Your task: One number, and no other words, should make up the answer: how many lines of the listing contain the string "chunks".

Exercise inputs:
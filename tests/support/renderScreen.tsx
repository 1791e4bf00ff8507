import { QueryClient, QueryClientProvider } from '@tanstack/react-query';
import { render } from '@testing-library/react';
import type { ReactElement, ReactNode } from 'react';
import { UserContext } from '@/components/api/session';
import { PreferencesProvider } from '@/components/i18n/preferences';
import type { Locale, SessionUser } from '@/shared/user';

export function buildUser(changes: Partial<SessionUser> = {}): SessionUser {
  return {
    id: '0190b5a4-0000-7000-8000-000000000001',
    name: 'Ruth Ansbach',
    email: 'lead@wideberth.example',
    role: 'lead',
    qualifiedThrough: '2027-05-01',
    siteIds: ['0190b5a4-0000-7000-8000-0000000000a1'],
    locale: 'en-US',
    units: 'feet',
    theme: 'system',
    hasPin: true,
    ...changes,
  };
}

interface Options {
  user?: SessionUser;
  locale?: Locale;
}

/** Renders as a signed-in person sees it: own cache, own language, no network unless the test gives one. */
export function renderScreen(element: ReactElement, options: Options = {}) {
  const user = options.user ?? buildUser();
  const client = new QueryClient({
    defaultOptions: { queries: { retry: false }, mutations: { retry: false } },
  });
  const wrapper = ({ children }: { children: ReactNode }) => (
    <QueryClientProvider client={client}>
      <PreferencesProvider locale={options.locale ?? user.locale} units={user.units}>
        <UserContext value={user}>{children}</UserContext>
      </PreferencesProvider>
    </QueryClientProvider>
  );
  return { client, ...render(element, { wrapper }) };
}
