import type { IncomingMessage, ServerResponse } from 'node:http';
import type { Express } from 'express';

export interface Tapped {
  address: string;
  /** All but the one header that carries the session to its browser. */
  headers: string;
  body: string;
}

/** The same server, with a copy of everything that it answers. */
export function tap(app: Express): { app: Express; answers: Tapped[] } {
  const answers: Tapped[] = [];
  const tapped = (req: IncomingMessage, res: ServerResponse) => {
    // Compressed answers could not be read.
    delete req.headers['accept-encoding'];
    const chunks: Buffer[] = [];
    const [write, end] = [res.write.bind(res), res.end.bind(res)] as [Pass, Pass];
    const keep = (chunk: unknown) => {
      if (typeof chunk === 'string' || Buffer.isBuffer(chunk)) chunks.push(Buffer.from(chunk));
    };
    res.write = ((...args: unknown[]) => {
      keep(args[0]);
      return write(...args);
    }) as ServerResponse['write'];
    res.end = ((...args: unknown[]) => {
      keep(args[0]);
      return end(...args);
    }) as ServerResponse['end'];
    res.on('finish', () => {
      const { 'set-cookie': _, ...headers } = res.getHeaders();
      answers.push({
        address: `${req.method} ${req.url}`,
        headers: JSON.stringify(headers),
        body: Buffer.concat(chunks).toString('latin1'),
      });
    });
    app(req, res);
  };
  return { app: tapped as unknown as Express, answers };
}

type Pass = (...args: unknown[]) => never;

Answer below: 3